STORED DATA

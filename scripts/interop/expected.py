"""Computes each file's expected fit and writes manifest.json.

Usage: expected.py FRAGMENTS_DIR DATA.csv MANIFEST.json [--prefix P]

The fit is independent of Slopewise: statsmodels OLS of
earnings ~ coached * C(client_type) + controls, cov_type "HC3", on the rows
of DATA.csv that the fragment's _fit names (all rows when it names none).
For each level of client_type the effect of coached in that group is
a'b with a the indicator of b_coached (plus b_interaction for the other
level), and its standard error sqrt(a'Va) from the full HC3 covariance.
Numbers are written with 17 significant digits.
"""

import argparse
import glob
import json
import os
import re
import sys

import numpy as np
import pandas as pd
import statsmodels
import statsmodels.formula.api as smf


def fit(df, controls):
    formula = "earnings ~ coached * C(client_type)"
    for c in controls:
        formula += " + " + c
    res = smf.ols(formula, data=df).fit(cov_type="HC3")
    names = list(res.params.index)
    V = np.asarray(res.cov_params())
    b = np.asarray(res.params)
    levels = sorted(df["client_type"].unique())
    out = {}
    for lev in levels:
        a = np.zeros(len(names))
        a[names.index("coached")] = 1
        if lev != levels[0]:
            a[names.index(f"coached:C(client_type)[T.{lev}]")] = 1
        out[lev] = {"estimate": float(a @ b), "se": float(np.sqrt(a @ V @ a))}
    return int(res.nobs), out


FLOAT_TAG = "\u0001F"


def tag_floats(obj):
    if isinstance(obj, float):
        return FLOAT_TAG + format(obj, ".17g")
    if isinstance(obj, dict):
        return {k: tag_floats(v) for k, v in obj.items()}
    if isinstance(obj, list):
        return [tag_floats(v) for v in obj]
    return obj


def dumps17(obj):
    s = json.dumps(tag_floats(obj), ensure_ascii=False, indent=1)
    return re.sub(r'"\\u0001F([^"]*)"', r"\1", s)


ORDER = ["file", "writer", "family", "sheet", "header_row", "table", "spec",
         "expect", "reason", "formula_columns", "n", "effects", "checks",
         "notes"]


def main():
    ap = argparse.ArgumentParser()
    ap.add_argument("fragments")
    ap.add_argument("data")
    ap.add_argument("manifest")
    a = ap.parse_args()

    df = pd.read_csv(a.data, dtype={"client_type": str, "site": str})
    frags = []
    for p in sorted(glob.glob(os.path.join(a.fragments, "*.json"))):
        with open(p, encoding="utf-8") as f:
            frags.extend(json.load(f))
    frags.sort(key=lambda e: e["file"])
    seen = set()
    manifest = []
    for e in frags:
        if e["file"] in seen:
            sys.exit(f"two fragments name {e['file']}")
        seen.add(e["file"])
        ids = e["_fit"]["ids"]
        d = df if ids is None else df[df["client_id"].isin(ids)]
        if ids is not None and len(d) != len(ids):
            sys.exit(f"{e['file']}: fit ids not all in the data")
        n, eff = fit(d, e["_fit"]["controls"])
        e = dict(e, n=n, effects=eff)
        manifest.append({k: e[k] for k in ORDER})
    with open(a.manifest, "w", encoding="utf-8") as f:
        f.write(dumps17(manifest))
        f.write("\n")
    print(f"expected.py: {len(manifest)} entries, statsmodels "
          f"{statsmodels.__version__}, written to {a.manifest}")


if __name__ == "__main__":
    main()
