// Writes the exceljs files of the interoperability corpus. exceljs never
// computes a formula: it saves the result it is given ({formula, result})
// and none otherwise.

import ExcelJS from "exceljs";
import * as C from "./common.mjs";

const WRITER = C.version("exceljs");
const rows = C.loadRows();
const n = rows.length;
const frags = [];

function book() {
  const wb = new ExcelJS.Workbook();
  wb.creator = "interop corpus";
  wb.created = C.DOC_TIME;
  wb.modified = C.DOC_TIME;
  return wb;
}

// Header at 1-based row `top`, data below; cellValue[col](r, row) gives a
// cell value.
function block(ws, data, cols, top = 1, left = 1, cellValue = {}) {
  cols.forEach((c, j) => { ws.getCell(top, left + j).value = c; });
  data.forEach((r, i) => {
    const row = top + 1 + i;
    cols.forEach((c, j) => {
      const f = cellValue[c];
      ws.getCell(row, left + j).value = f ? f(r, row) : r[c];
    });
  });
  return top + data.length;
}

async function save(wb, rel) {
  await wb.xlsx.writeFile(C.target(rel));
}

const S1 = "xl/worksheets/sheet1\\.xml";

// 1. formulas with saved results; earnings as one shared formula.
{
  const wb = book();
  const ws = wb.addWorksheet("Data");
  const cols = ["client_id", "site", "client_type", "coached", "baseline", "hours_a", "hours_b",
    "hours_total", "earnings", "earnings_raw"];
  block(ws, rows, cols, 1, 1, {
    hours_total: (r, row) => ({ formula: `F${row}+G${row}`, result: r.hours }),
    earnings: (r, row) => (row === 2
      ? { formula: "ROUND(J2,2)", result: r.earnings, shareType: "shared", ref: `I2:I${n + 1}` }
      : { sharedFormula: "I2", result: r.earnings }),
    earnings_raw: (r) => r.earnings_raw,
  });
  await save(wb, "exceljs/formulas_saved.xlsx");
  frags.push(C.entry("exceljs/formulas_saved.xlsx", WRITER,
    "formulas with saved results in used columns (earnings as a shared formula)", {
      spec: C.spec({ controls: ["baseline", "hours_total"] }),
      fit_controls: ["baseline", "hours"],
      formula_columns: { hours_total: "saved", earnings: "saved" },
      notes: "hours_total is =F2+G2 with result; earnings is one shared formula "
        + `(<f t="shared" ref="I2:I${n + 1}" si="0">ROUND(J2,2)</f> in I2, <f t="shared" si="0"/> below), `
        + "every cell with its result in <v>.",
      verify: [[S1, '<f t="shared" ref="I2:I\\d+" si="0">ROUND\\(J2,2\\)</f>', "present"],
        [S1, '<f t="shared" si="0"\\s*/><v>', "present"]],
    }));
}

// 2a. formulas without results, simple arithmetic; and a shared-formula file.
{
  const kinds = ["H{r}*2-H{r}", "H{r}+0", "SUM(H{r},0)", "ROUND(H{r},2)", "IF(D{r}=1,H{r},H{r})"];
  const wb = book();
  const ws = wb.addWorksheet("Data");
  block(ws, rows, [...C.BASE, "baseline_entered", "earnings_raw"], 1, 1, {
    baseline: (r, row) => ({ formula: kinds[(row - 2) % 5].replaceAll("{r}", row) }),
    earnings: (r, row) => ({ formula: `ROUND(I${row},2)` }),
    baseline_entered: (r) => r.baseline,
    earnings_raw: (r) => r.earnings_raw,
  });
  await save(wb, "exceljs/formulas_no_result_used.xlsx");
  frags.push(C.entry("exceljs/formulas_no_result_used.xlsx", WRITER,
    "formulas without saved results, used column, simple arithmetic", {
      formula_columns: { baseline: "computed", earnings: "computed" },
      notes: "As openpyxl/formulas_no_result_used.xlsx; exceljs writes <f>..</f> and no <v> at all.",
      verify: [[S1, "<f>H2\\*2-H2</f></c>", "present"]],
    }));

  const wb2 = book();
  const ws2 = wb2.addWorksheet("Data");
  block(ws2, rows, [...C.BASE, "earnings_raw"], 1, 1, {
    earnings: (r, row) => (row === 2
      ? { formula: "ROUND(H2,2)", shareType: "shared", ref: `G2:G${n + 1}` }
      : { sharedFormula: "G2" }),
    earnings_raw: (r) => r.earnings_raw,
  });
  await save(wb2, "exceljs/formulas_no_result_shared.xlsx");
  frags.push(C.entry("exceljs/formulas_no_result_shared.xlsx", WRITER,
    "formulas without saved results, used column, one shared formula", {
      formula_columns: { earnings: "computed" },
      notes: `earnings is one shared formula ROUND(H2,2) over G2:G${n + 1} (H = earnings_raw), `
        + "no result saved: a reader must shift the master's references to compute each row.",
      verify: [[S1, '<f t="shared" ref="G2:G\\d+" si="0">ROUND\\(H2,2\\)</f>', "present"]],
    }));
}

// 2b. not computable: refuse.
{
  const wb = book();
  const ws = wb.addWorksheet("Data");
  block(ws, rows, [...C.BASE, "earnings_entered"], 1, 1, {
    earnings: (r, row) => ({ formula: row % 2 === 0 ? 'INDIRECT("H"&ROW())' : `RAND()*0+H${row}` }),
    earnings_entered: (r) => r.earnings,
  });
  await save(wb, "exceljs/formulas_no_result_refuse.xlsx");
  frags.push(C.entry("exceljs/formulas_no_result_refuse.xlsx", WRITER,
    "formulas without saved results, used column, not computable", {
      expect: "refuse", reason: "formula-no-result", formula_columns: { earnings: "missing" },
      notes: 'earnings alternates =INDIRECT("H"&ROW()) and =RAND()*0+H3 with no result; '
        + "the effects are those the author meant.",
      verify: [[S1, "<f>INDIRECT\\(", "present"]],
    }));
}

// 3. unused column only.
{
  const wb = book();
  const ws = wb.addWorksheet("Data");
  block(ws, rows, [...C.BASE, "random_draw"], 1, 1, { random_draw: () => ({ formula: "RAND()" }) });
  await save(wb, "exceljs/formulas_no_result_unused.xlsx");
  frags.push(C.entry("exceljs/formulas_no_result_unused.xlsx", WRITER,
    "formulas without saved results in an unused column only", {
      formula_columns: { random_draw: "missing" },
      notes: "random_draw (H) is =RAND() with no result.",
      verify: [[S1, "<f>RAND\\(\\)</f>", "present"]],
    }));
}

// 5. rich text in site and client_type.
{
  const wb = book();
  const ws = wb.addWorksheet("Data");
  const rich = (s, k) => ({ richText: [{ font: { bold: true }, text: s.slice(0, k) }, { text: s.slice(k) }] });
  block(ws, rows, C.BASE, 1, 1, {
    site: (r, row) => (row % 3 === 0 ? rich(r.site, 4) : r.site),
    client_type: (r, row) => (row % 4 === 1 ? rich(r.client_type, r.client_type === "new" ? 1 : 3) : r.client_type),
  });
  await save(wb, "exceljs/strings_rich.xlsx");
  frags.push(C.entry("exceljs/strings_rich.xlsx", WRITER,
    "shared strings with rich-text runs in site and client_type", {
      notes: "Some cells are rich text (a bold first run); the text is the runs joined.",
      verify: [["xl/sharedStrings\\.xml", "<r><rPr><b/>.*?</rPr><t>ret</t></r><r><t>urning</t></r>", "present"]],
    }));
}

// 6. numbers as text.
{
  const wb = book();
  const ws = wb.addWorksheet("Data");
  block(ws, rows, C.BASE, 1, 1, { baseline: (r) => r.baseline_text });
  await save(wb, "exceljs/numbers_as_text.xlsx");
  frags.push(C.entry("exceljs/numbers_as_text.xlsx", WRITER, "numbers stored as text in baseline", {
    notes: "baseline cells are shared strings such as \"312.45\".",
    verify: [[S1, '<c r="E2" t="s">', "present"]],
  }));
}

// 7. booleans as the treatment.
{
  const wb = book();
  const ws = wb.addWorksheet("Data");
  block(ws, rows, [...C.BASE, "consented"], 1, 1, { coached: (r) => r.coached === 1 });
  await save(wb, "exceljs/booleans_treatment.xlsx");
  frags.push(C.entry("exceljs/booleans_treatment.xlsx", WRITER,
    "booleans as the treatment, and an unused boolean column", {
      spec: C.spec({ treated: "TRUE" }),
      notes: "coached and consented are TRUE/FALSE (t=\"b\").",
      verify: [[S1, '<c r="D2" t="b">', "present"]],
    }));
}

// 8. error values (plain error cells, no formula).
{
  const wb = book();
  const ws = wb.addWorksheet("Data");
  block(ws, rows, [...C.BASE, "hours_per_week"], 1, 1, {
    baseline: (r, row) => {
      const k = C.ERROR_ROWS.indexOf(row - 1);
      return k >= 0 ? { error: C.ERRORS[k] } : r.baseline;
    },
    hours_per_week: (r, row) => (row % 5 === 0 ? { error: C.ERRORS[row % 2] } : r.hours * 2),
  });
  await save(wb, "exceljs/errors_baseline.xlsx");
  frags.push(C.entry("exceljs/errors_baseline.xlsx", WRITER,
    "error values in baseline (2 rows) and in an unused column, as plain error cells", {
      fit_ids: C.idsWithoutRows(rows, C.ERROR_ROWS),
      notes: `baseline is #N/A in data row ${C.ERROR_ROWS[0]} and #DIV/0! in row ${C.ERROR_ROWS[1]} `
        + `(t="e", no formula): left out, n = ${n - 2}. hours_per_week has errors too, unused.`,
      verify: [[S1, `<c r="E${C.ERROR_ROWS[0] + 1}" t="e"><v>#N/A</v>`, "present"]],
    }));
}

// 9. dates, 1904.
{
  const wb = book();
  wb.properties.date1904 = true;
  const ws = wb.addWorksheet("Data");
  block(ws, rows, [...C.BASE, "visit_date"], 1, 1, { visit_date: (r) => r.visit_date });
  ws.getColumn(8).numFmt = "yyyy-mm-dd";
  await save(wb, "exceljs/dates_1904.xlsx");
  frags.push(C.entry("exceljs/dates_1904.xlsx", WRITER, "dates in an unused column, 1904 date system", {
    checks: [{ column: "visit_date", row: 1, date: rows[0].visit_date_text }],
    notes: "workbook.properties.date1904 = true.",
    verify: [["xl/workbook\\.xml", 'date1904="1"', "present"]],
  }));
}

// 10. merged title above the header.
{
  const wb = book();
  const ws = wb.addWorksheet("Data");
  ws.getCell("A1").value = "Job coaching follow-up, spring cohort";
  ws.mergeCells("A1:G1");
  ws.getCell("A2").value = "Invented data for reader tests";
  ws.mergeCells("A2:D2");
  block(ws, rows, C.BASE, 4);
  await save(wb, "exceljs/title_merged.xlsx");
  frags.push(C.entry("exceljs/title_merged.xlsx", WRITER,
    "title merged across columns and blank rows above the header (header on row 4)", {
      notes: "A1:G1 and A2:D2 merged; header on row 4 (header_row 0: to be found).",
      verify: [[S1, '<mergeCell ref="A1:G1"/>', "present"]],
    }));
}

// 11. hidden rows and columns, frozen panes, autofilter.
{
  const wb = book();
  const ws = wb.addWorksheet("Data", { views: [{ state: "frozen", xSplit: 2, ySplit: 1 }] });
  block(ws, rows, [...C.BASE, "consented"]);
  for (const r of [2, 20, 61]) ws.getRow(r).hidden = true;
  ws.getColumn(4).hidden = true;
  ws.autoFilter = `A1:H${n + 1}`;
  await save(wb, "exceljs/hidden_frozen_filter.xlsx");
  frags.push(C.entry("exceljs/hidden_frozen_filter.xlsx", WRITER,
    "hidden rows and columns, frozen panes, autofilter", {
      notes: "Sheet rows 2, 20 and 61 (the first and last data rows among them) hidden, still data; "
        + "column D (coached, the treatment) hidden; panes frozen at C2; autofilter A1:H61.",
      verify: [[S1, '<row r="61"[^>]*hidden="1"', "present"], [S1, 'state="frozen"', "present"]],
    }));
}

// 12. tables.
function tableCols(totals) {
  return C.BASE.map((c) => {
    const d = { name: c, filterButton: true };
    if (totals) {
      if (c === "client_id") d.totalsRowLabel = "Total";
      else if (c === "baseline" || c === "earnings") d.totalsRowFunction = "average";
      else if (c === "coached" || c === "hours") d.totalsRowFunction = "sum";
      else d.totalsRowFunction = "none";
    }
    return d;
  });
}
for (const totals of [false, true]) {
  const wb = book();
  const ws = wb.addWorksheet("Data");
  ws.addTable({ name: "Clients", ref: "A1", headerRow: true, totalsRow: totals,
    style: { theme: "TableStyleMedium2", showRowStripes: true },
    columns: tableCols(totals), rows: rows.map((r) => C.BASE.map((c) => r[c])) });
  const rel = totals ? "exceljs/table_totals.xlsx" : "exceljs/table.xlsx";
  await save(wb, rel);
  frags.push(C.entry(rel, WRITER, totals
    ? "a table with a totals row (label Total, SUBTOTAL sums and averages)"
    : "a table without a totals row", {
    table: "Clients",
    notes: totals ? `Table Clients A1:G${n + 2}, totals row ${n + 2} (not data).` : `Table Clients A1:G${n + 1}.`,
    verify: [["xl/tables/table1\\.xml", 'totalsRowCount="1"', totals ? "present" : "absent"]],
  }));
}
{
  // two tables, one above the other: a pilot cohort, then the main one.
  const wb = book();
  const ws = wb.addWorksheet("Data");
  const pilot = rows.slice(0, 20);
  const main = rows.slice(20);
  ws.getCell("A1").value = "Pilot";
  ws.addTable({ name: "Pilot", ref: "A2", headerRow: true, columns: tableCols(false),
    rows: pilot.map((r) => C.BASE.map((c) => r[c])) });
  const top = 2 + pilot.length + 3;
  ws.getCell(`A${top - 1}`).value = "Main cohort";
  ws.addTable({ name: "Main", ref: `A${top}`, headerRow: true, totalsRow: true, columns: tableCols(true),
    rows: main.map((r) => C.BASE.map((c) => r[c])) });
  await save(wb, "exceljs/two_tables.xlsx");
  frags.push(C.entry("exceljs/two_tables.xlsx", WRITER,
    "two tables one above the other; the second (with a totals row) is the data", {
      table: "Main", fit_ids: main.map((r) => r.client_id),
      notes: `Table Pilot on A2:G${2 + pilot.length} (data rows 1-20), a label above each table, `
        + `table Main on A${top}:G${top + main.length + 1} (rows 21-${n}) with a totals row. `
        + "The expected fit is Main's rows.",
      verify: [["xl/tables/table2\\.xml", 'name="Main"', "present"]],
    }));
}

// 13. data validation and notes.
{
  const wb = book();
  const ws = wb.addWorksheet("Data");
  block(ws, rows, C.BASE);
  for (let r = 2; r <= n + 1; r++) {
    ws.getCell(`C${r}`).dataValidation = { type: "list", allowBlank: false, formulae: ['"new,returning"'] };
  }
  ws.getCell("C1").note = "new or returning client";
  ws.getCell("E10").note = "checked against the intake form";
  await save(wb, "exceljs/validation_comments.xlsx");
  frags.push(C.entry("exceljs/validation_comments.xlsx", WRITER,
    "data validation (dropdown on client_type) and notes", {
      notes: "A list validation on every client_type cell; notes on C1 and E10.",
      verify: [[S1, 'type="list"', "present"], ["xl/comments1\\.xml", "intake form", "present"]],
    }));
}

// 15. unicode names.
{
  const wb = book();
  const cover = wb.addWorksheet("Résumé");
  cover.getCell("A1").value = "Job coaching follow-up";
  const ws = wb.addWorksheet("Clients' données");
  const cols = [...C.BASE.slice(0, -1), "revenu 6 mois (€)"];
  block(ws, rows, cols, 1, 1, { "revenu 6 mois (€)": (r) => r.earnings });
  const mean = rows.reduce((s, r) => s + r.earnings, 0) / n;
  cover.getCell("A2").value = { formula: `AVERAGE('Clients'' données'!G2:G${n + 1})`, result: mean };
  await save(wb, "exceljs/unicode_names.xlsx");
  frags.push(C.entry("exceljs/unicode_names.xlsx", WRITER,
    "sheet and column names with unicode and an apostrophe; a cover sheet first", {
      sheet: "Clients' données", spec: C.spec({ outcome: "revenu 6 mois (€)" }),
      notes: "Sheets: Résumé (with an AVERAGE over the data, result saved), then Clients' données.",
      verify: [["xl/workbook\\.xml", "name=\"Clients&apos; données\"|name=\"Clients' données\"", "present"]],
    }));
}

C.saveFragments("exceljs", frags);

DIRECTIONS
Return every line from the entries above that contains the word "getColumn".

RESULT FOR THIS TASK
  ws.getColumn(8).numFmt = "yyyy-mm-dd";
  ws.getColumn(4).hidden = true;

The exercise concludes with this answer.